Formula-feeding parents have their own challenges. They measure scoops at midnight, sterilize bottles, compare brands, watch for digestive reactions, budget for rising costs, and sometimes drive from store to store looking for the one formula their baby tolerates. During shortages, that anxiety can become overwhelming. Parents of babies needing hypoallergenic or specialty formula know this fear especially well. You cannot simply swap products when a baby has allergies, reflux, metabolic conditions, or medical fragility.
Then there are combination-feeding families, who often become experts in logistics. They breastfeed, pump, supplement, wash parts, label milk, prepare bottles, and somehow still get asked whether they are “really breastfeeding.” These parents deserve medals, snacks, and perhaps a small parade consisting entirely of people carrying clean burp cloths.
Many families also carry cultural pressure. One grandparent may insist breast milk is best. Another may say formula made their children “turn out fine.” Social media adds another layer, serving up perfect freezer stashes, spotless nurseries, and influencers who appear to breastfeed while wearing white linen and inner peace. Meanwhile, real parents are trying to remember whether they washed the bottle nipple or just thought about washing it very sincerely.

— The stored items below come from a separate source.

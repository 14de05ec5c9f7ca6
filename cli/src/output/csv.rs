//! `modes.csv`: one line per mode.

use super::summary::ModeRow;
use anyhow::{Context, Result};
use std::fmt::Write as _;
use std::path::Path;

pub fn write(path: &Path, rows: &[ModeRow]) -> Result<()> {
    let mut s = String::from("index,frequency_ghz,delta_mhz,residual,divergence,in_band\n");
    for r in rows {
        let _ = writeln!(
            s,
            "{},{:.9},{:.4},{:.3e},{:.3e},{}",
            r.index, r.frequency_ghz, r.delta_mhz, r.residual, r.divergence, r.in_band
        );
    }
    std::fs::write(path, s).with_context(|| format!("cannot write {}", path.display()))
}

The most important experience is this: feeding decisions are rarely abstract. They happen in kitchens, hospital rooms, cars, workplaces, and bedrooms where exhausted adults are trying to keep a tiny human alive. The history professor’s point lands so strongly because it restores seriousness to a conversation that too often becomes moral theater. Babies have always needed safe food. Parents have always needed help. The pre-formula past shows what happens when families are left with too few options.

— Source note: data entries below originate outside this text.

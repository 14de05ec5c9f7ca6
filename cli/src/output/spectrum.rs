//! `spectrum.svg`: the modes as Lorentzians of their bandwidth and, per port, each mode's
//! isolated-resonance coupled power, written by hand as SVG text.
//!
//! Curves (δ_i = (f − f_i)/f_i), computed by `antinode_solver::post::resonance`:
//!
//! * mode i: L_i(f) = 1 / (1 + (2 Q_L,i δ_i)²), peak normalised to 1, half-power width
//!   f_i/Q_L,i; a mode with infinite Q_L is drawn as a vertical line;
//! * port p, mode i: the single-mode response 4κ_i / ((1 + κ_i)² + (2 Q0_i δ_i)²)
//!   = (1 − |Γ(f_i)|²) L_i(f) (κ_i, Q0_i of mode i for that port, the other ports counted
//!   as losses; Q_L = Q0/(1 + κ)): the fraction of the forward power that would enter
//!   through the port if mode i were the only one. Each mode is drawn on its own: the
//!   modes' coupling phases are not known from the eigen solve, so where modes overlap
//!   their curves are not summed; the power that actually enters there is the driven
//!   response of `antinode drive`, which the picture's notes point to.

use super::svg::{esc, frame_with_frequency_axis, tick_step};
use antinode_solver::post::band::ISM_BAND_HZ;
use antinode_solver::post::resonance;
use std::fmt::Write as _;

/// One mode as the spectrum needs it.
pub struct SpectrumMode {
    pub index: usize,
    pub frequency_ghz: f64,
    pub q_loaded: f64,
    /// Coupling κ per port (other ports counted as losses).
    pub coupling: Vec<f64>,
    /// External Q per port.
    pub q_ports: Vec<f64>,
}

/// What to draw.
pub struct Spectrum<'a> {
    pub title: &'a str,
    /// Frequency range of the picture, GHz.
    pub range_ghz: [f64; 2],
    /// Why this range (printed under the picture).
    pub range_note: &'a str,
    pub modes: &'a [SpectrumMode],
    pub ports: &'a [String],
}

/// ISM band drawn shaded (ITU Radio Regulations No. 5.150), GHz.
pub const ISM_GHZ: [f64; 2] = [ISM_BAND_HZ[0] / 1e9, ISM_BAND_HZ[1] / 1e9];

const W: f64 = 960.0;
const H: f64 = 500.0;
const LEFT: f64 = 80.0;
const RIGHT: f64 = 30.0;
const TOP: f64 = 74.0;
const BOTTOM: f64 = 130.0;
const PORT_COLOURS: [&str; 4] = ["#d95f02", "#1b9e77", "#7570b3", "#e7298a"];

fn lorentz(m: &SpectrumMode, f: f64) -> f64 {
    resonance::energy_response(f, m.frequency_ghz, m.q_loaded)
}

/// Fraction of port `p`'s forward power mode `m` alone would take in at `f` (see the
/// module docs); None when the mode does not couple to the port.
pub fn single_mode_coupled(m: &SpectrumMode, p: usize, f: f64) -> Option<f64> {
    let kappa = m.coupling.get(p).copied().unwrap_or(0.0);
    let qe = m.q_ports.get(p).copied().unwrap_or(f64::INFINITY);
    resonance::coupled_fraction(f, m.frequency_ghz, kappa, qe)
}

/// Sample frequencies: a uniform grid plus dense points around each narrow mode so that
/// no peak falls between samples.
fn samples(s: &Spectrum) -> Vec<f64> {
    let [lo, hi] = s.range_ghz;
    let mut f: Vec<f64> = (0..=1500)
        .map(|i| lo + (hi - lo) * i as f64 / 1500.0)
        .collect();
    for m in s.modes {
        if !m.q_loaded.is_finite() {
            continue;
        }
        let bw = m.frequency_ghz / m.q_loaded;
        for k in -60..=60 {
            let x = m.frequency_ghz + bw * k as f64 / 12.0;
            if x > lo && x < hi {
                f.push(x);
            }
        }
    }
    f.sort_by(f64::total_cmp);
    f.dedup();
    f
}

/// Placement of the plot area: frequency and value to SVG coordinates.
struct Plot {
    lo: f64,
    hi: f64,
    pw: f64,
    ph: f64,
}

impl Plot {
    fn x(&self, f: f64) -> f64 {
        LEFT + self.pw * (f - self.lo) / (self.hi - self.lo)
    }
    fn y(&self, v: f64) -> f64 {
        TOP + self.ph * (1.0 - v.clamp(0.0, 1.0))
    }
}

/// The SVG document.
pub fn svg(s: &Spectrum) -> String {
    let [lo, hi] = s.range_ghz;
    let plot = Plot {
        lo,
        hi,
        pw: W - LEFT - RIGHT,
        ph: H - TOP - BOTTOM,
    };
    let mut o = String::new();
    let _ = writeln!(
        o,
        r#"<svg xmlns="http://www.w3.org/2000/svg" width="{W}" height="{H}" viewBox="0 0 {W} {H}" font-family="sans-serif" font-size="13">"#
    );
    let _ = writeln!(o, r#"<rect width="{W}" height="{H}" fill="white"/>"#);
    let _ = writeln!(
        o,
        r#"<text x="{}" y="24" text-anchor="middle" font-size="15">{}</text>"#,
        W / 2.0,
        esc(s.title)
    );
    let _ = writeln!(
        o,
        r##"<text x="{}" y="44" text-anchor="middle" font-size="12" fill="#444">Resonant modes and coupled power (computed by antinode)</text>"##,
        W / 2.0
    );
    frame(&mut o, &plot);
    let fs = samples(s);
    mode_curves(&mut o, &plot, s, &fs);
    port_curves(&mut o, &plot, s, &fs);
    o.push_str("</svg>\n");
    o
}

/// ISM band, grid, axes and axis titles.
fn frame(o: &mut String, plot: &Plot) {
    let (lo, hi, pw, ph) = (plot.lo, plot.hi, plot.pw, plot.ph);
    let x = |f: f64| plot.x(f);
    let y = |v: f64| plot.y(v);
    // ISM band.
    let (a, b) = (ISM_GHZ[0].max(lo), ISM_GHZ[1].min(hi));
    if a < b {
        let _ = writeln!(
            o,
            r##"<rect x="{:.2}" y="{TOP}" width="{:.2}" height="{ph}" fill="#e8eefc"/>"##,
            x(a),
            x(b) - x(a)
        );
        let _ = writeln!(
            o,
            r##"<text x="{:.2}" y="{:.2}" font-size="11" fill="#3b5bab">ISM 2.40–2.50 GHz (ITU RR No. 5.150)</text>"##,
            x(a) + 4.0,
            TOP + 14.0
        );
    }
    // Grid and axes.
    let step = tick_step(hi - lo, 10.0);
    let mut t = (lo / step).ceil() * step;
    let digits = if step >= 0.1 {
        1
    } else if step >= 0.01 {
        2
    } else if step >= 0.001 {
        3
    } else {
        4
    };
    while t <= hi + 1e-12 {
        let xt = x(t);
        let _ = writeln!(
            o,
            r##"<line x1="{xt:.2}" y1="{TOP}" x2="{xt:.2}" y2="{:.2}" stroke="#ddd"/><text x="{xt:.2}" y="{:.2}" text-anchor="middle">{t:.digits$}</text>"##,
            TOP + ph,
            TOP + ph + 18.0
        );
        t += step;
    }
    for i in 0..=5 {
        let v = i as f64 / 5.0;
        let _ = writeln!(
            o,
            r##"<line x1="{LEFT}" y1="{:.2}" x2="{:.2}" y2="{:.2}" stroke="#ddd"/><text x="{:.2}" y="{:.2}" text-anchor="end">{v:.1}</text>"##,
            y(v),
            LEFT + pw,
            y(v),
            LEFT - 6.0,
            y(v) + 4.0
        );
    }
    frame_with_frequency_axis(o, [LEFT, TOP], pw, ph);
    let _ = writeln!(
        o,
        r#"<text transform="translate(22 {:.2}) rotate(-90)" text-anchor="middle">fraction (mode curves: peak = 1)</text>"#,
        TOP + ph / 2.0
    );
}

/// One curve (or a dashed line for infinite Q_L) and a label per mode.
fn mode_curves(o: &mut String, plot: &Plot, s: &Spectrum, fs: &[f64]) {
    let (lo, hi) = (plot.lo, plot.hi);
    let x = |f: f64| plot.x(f);
    let y = |v: f64| plot.y(v);
    let mut labelled = Vec::new();
    for m in s.modes {
        if m.frequency_ghz < lo || m.frequency_ghz > hi {
            continue;
        }
        let xm = x(m.frequency_ghz);
        if m.q_loaded.is_finite() {
            let pts: Vec<String> = fs
                .iter()
                .filter(|&&f| (f - m.frequency_ghz).abs() < 40.0 * m.frequency_ghz / m.q_loaded)
                .map(|&f| format!("{:.2},{:.2}", x(f), y(lorentz(m, f))))
                .collect();
            let _ = writeln!(
                o,
                r##"<polyline points="{}" fill="none" stroke="#4a6fb5" stroke-width="1" opacity="0.8"/>"##,
                pts.join(" ")
            );
        } else {
            let _ = writeln!(
                o,
                r##"<line x1="{xm:.2}" y1="{:.2}" x2="{xm:.2}" y2="{:.2}" stroke="#4a6fb5" stroke-dasharray="3 2"/>"##,
                y(0.0),
                y(1.0)
            );
        }
        labelled.push((xm, m.index));
    }
    for l in label_layout(&labelled) {
        let _ = writeln!(
            o,
            r##"<text x="{:.2}" y="{:.2}" text-anchor="middle" font-size="10" fill="#4a6fb5">{}</text>"##,
            l.x,
            TOP - if l.raised { 14.0 } else { 3.0 },
            l.text
        );
    }
}

/// Modes whose marks are closer than this (px) to the previous one share one label.
const LABEL_MERGE_PX: f64 = 14.0;
/// Width of one label character at font size 10 (px), for the overlap test.
const LABEL_CHAR_PX: f64 = 6.0;

/// A placed mode label.
#[derive(Debug, PartialEq)]
struct Label {
    x: f64,
    text: String,
    raised: bool,
}

/// Labels for marks at (x px, mode index), sorted by x: marks within
/// [`LABEL_MERGE_PX`] of the previous one (near-degenerate modes) share one label at
/// their mean x ("5–8" for consecutive indices, "5,7" otherwise); a label that would
/// overlap the previous one goes one line up, and right of the upper line's last label
/// when that is taken too, so no two labels overprint.
fn label_layout(marks: &[(f64, usize)]) -> Vec<Label> {
    let mut clusters: Vec<Vec<(f64, usize)>> = Vec::new();
    for &m in marks {
        match clusters.last_mut() {
            Some(c) if m.0 - c.last().map_or(f64::NEG_INFINITY, |l| l.0) < LABEL_MERGE_PX => {
                c.push(m)
            }
            _ => clusters.push(vec![m]),
        }
    }
    let mut right_edge = [f64::NEG_INFINITY; 2];
    clusters
        .iter()
        .map(|c| {
            let x = c.iter().map(|m| m.0).sum::<f64>() / c.len() as f64;
            let idx: Vec<usize> = c.iter().map(|m| m.1).collect();
            let consecutive = idx.windows(2).all(|w| w[1] == w[0] + 1);
            let text = match idx.as_slice() {
                [one] => one.to_string(),
                [first, .., last] if consecutive => format!("{first}–{last}"),
                _ => idx
                    .iter()
                    .map(|i| i.to_string())
                    .collect::<Vec<_>>()
                    .join(","),
            };
            let half = 0.5 * LABEL_CHAR_PX * text.chars().count() as f64;
            let raised = x - half < right_edge[0] + 2.0;
            // Both lines taken: shift right of the upper line's last label.
            let x = if raised {
                x.max(right_edge[1] + 2.0 + half)
            } else {
                x
            };
            right_edge[raised as usize] = x + half;
            Label { x, text, raised }
        })
        .collect()
}

/// The coupled-power curve of each port, the legend and the notes.
fn port_curves(o: &mut String, plot: &Plot, s: &Spectrum, fs: &[f64]) {
    let ph = plot.ph;
    let x = |f: f64| plot.x(f);
    let y = |v: f64| plot.y(v);
    // Ports: each mode's own single-mode curve, not summed.
    for (p, name) in s.ports.iter().enumerate() {
        let colour = PORT_COLOURS[p % PORT_COLOURS.len()];
        for m in s.modes {
            let pts: Vec<String> = fs
                .iter()
                .filter(|&&f| {
                    m.q_loaded.is_finite()
                        && (f - m.frequency_ghz).abs() < 40.0 * m.frequency_ghz / m.q_loaded
                })
                .filter_map(|&f| {
                    single_mode_coupled(m, p, f).map(|v| format!("{:.2},{:.2}", x(f), y(v)))
                })
                .collect();
            if pts.len() > 1 {
                let _ = writeln!(
                    o,
                    r#"<polyline points="{}" fill="none" stroke="{colour}" stroke-width="1.5"/>"#,
                    pts.join(" ")
                );
            }
        }
        let ly = TOP + ph + 58.0 + 16.0 * p as f64;
        let _ = writeln!(
            o,
            r#"<line x1="{LEFT}" y1="{:.2}" x2="{:.2}" y2="{:.2}" stroke="{colour}" stroke-width="2"/><text x="{:.2}" y="{:.2}">port {}: each mode alone, 1 − |Γ|² = 4κ/((1 + κ)² + (2Q0δ)²), share of forward power it would take in</text>"#,
            ly - 4.0,
            LEFT + 24.0,
            ly - 4.0,
            LEFT + 30.0,
            ly,
            esc(name)
        );
    }
    let ly = TOP + ph + 58.0 + 16.0 * s.ports.len() as f64;
    let _ = writeln!(
        o,
        r##"<line x1="{LEFT}" y1="{:.2}" x2="{:.2}" y2="{:.2}" stroke="#4a6fb5"/><text x="{:.2}" y="{:.2}">each mode: 1/(1 + (2Q_L(f − f_i)/f_i)²), width f_i/Q_L, peak 1 (number = mode index; dashed: infinite Q_L)</text>"##,
        ly - 4.0,
        LEFT + 24.0,
        ly - 4.0,
        LEFT + 30.0,
        ly
    );
    let mut notes = vec![s.range_note.to_string()];
    if !s.ports.is_empty() {
        notes.push(
            "port curves: one per mode, exact for an isolated mode and not summed where modes \
             overlap (their coupling phases are unknown here); `antinode drive` computes the \
             power that enters"
                .to_string(),
        );
    }
    for (i, note) in notes.iter().enumerate() {
        let _ = writeln!(
            o,
            r##"<text x="{LEFT}" y="{:.2}" font-size="11" fill="#444">{}</text>"##,
            ly + 18.0 + 14.0 * i as f64,
            esc(note)
        );
    }
}

#[cfg(test)]
mod tests {
    use super::*;

    /// A 4-fold near-degenerate group (marks 0.5 px apart) gets one label "5–8"; a mode
    /// 100 px away its own.
    #[test]
    fn near_degenerate_modes_share_a_label() {
        let marks = [(100.0, 5), (100.5, 6), (101.0, 7), (101.5, 8), (201.5, 9)];
        let l = label_layout(&marks);
        assert_eq!(l.len(), 2);
        assert_eq!(l[0].text, "5–8");
        assert!((l[0].x - 100.75).abs() < 1e-12);
        assert_eq!((l[1].text.as_str(), l[1].raised), ("9", false));
    }

    /// Labels 15–30 px apart never overlap on one line: each label's extent (character
    /// width estimate) is checked against every other label on the same line.
    #[test]
    fn labels_never_overprint() {
        let marks: Vec<(f64, usize)> = (0..40).map(|i| (15.0 * i as f64, 100 + i)).collect();
        let l = label_layout(&marks);
        for (i, a) in l.iter().enumerate() {
            for b in &l[i + 1..] {
                if a.raised == b.raised {
                    let ha = 0.5 * LABEL_CHAR_PX * a.text.chars().count() as f64;
                    let hb = 0.5 * LABEL_CHAR_PX * b.text.chars().count() as f64;
                    assert!(b.x - hb >= a.x + ha, "{a:?} and {b:?} overlap");
                }
            }
        }
    }
}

So the next time someone says, “Mothers should just breastfeed like they did in the old days,” picture the old days honestly. Picture the wet nurse whose own baby went hungry. Picture the bottle that could not be properly cleaned. Picture the infant fed bread mush because there was no better choice. Picture the mother who died in childbirth, the baby who could not latch, the family with no money, no doctor, no refrigerator, and no safe substitute. Then picture a modern parent opening a can of regulated formula and feeding a baby who needs it.
That is not failure. That is progress.
Conclusion
The argument that mothers should simply breastfeed “like in the pre-formula days” falls apart the moment we look at actual history. Breastfeeding has always been valuable, but it has never been universally possible. Before modern infant formula, many babies depended on risky substitutes, exploited wet nurses, unsanitary bottles, or nutritionally poor mixtures. Too many paid with their lives.
Modern families need more support, not more shame. The goal should be safe feeding, informed choices, strong breastfeeding resources, reliable formula access, and compassion for parents doing one of the hardest jobs on earth with very little sleep and an alarming amount of laundry.
Note: This article is for educational and informational purposes only. Parents and caregivers should consult a pediatrician, lactation consultant, or qualified healthcare professional for infant-feeding decisions.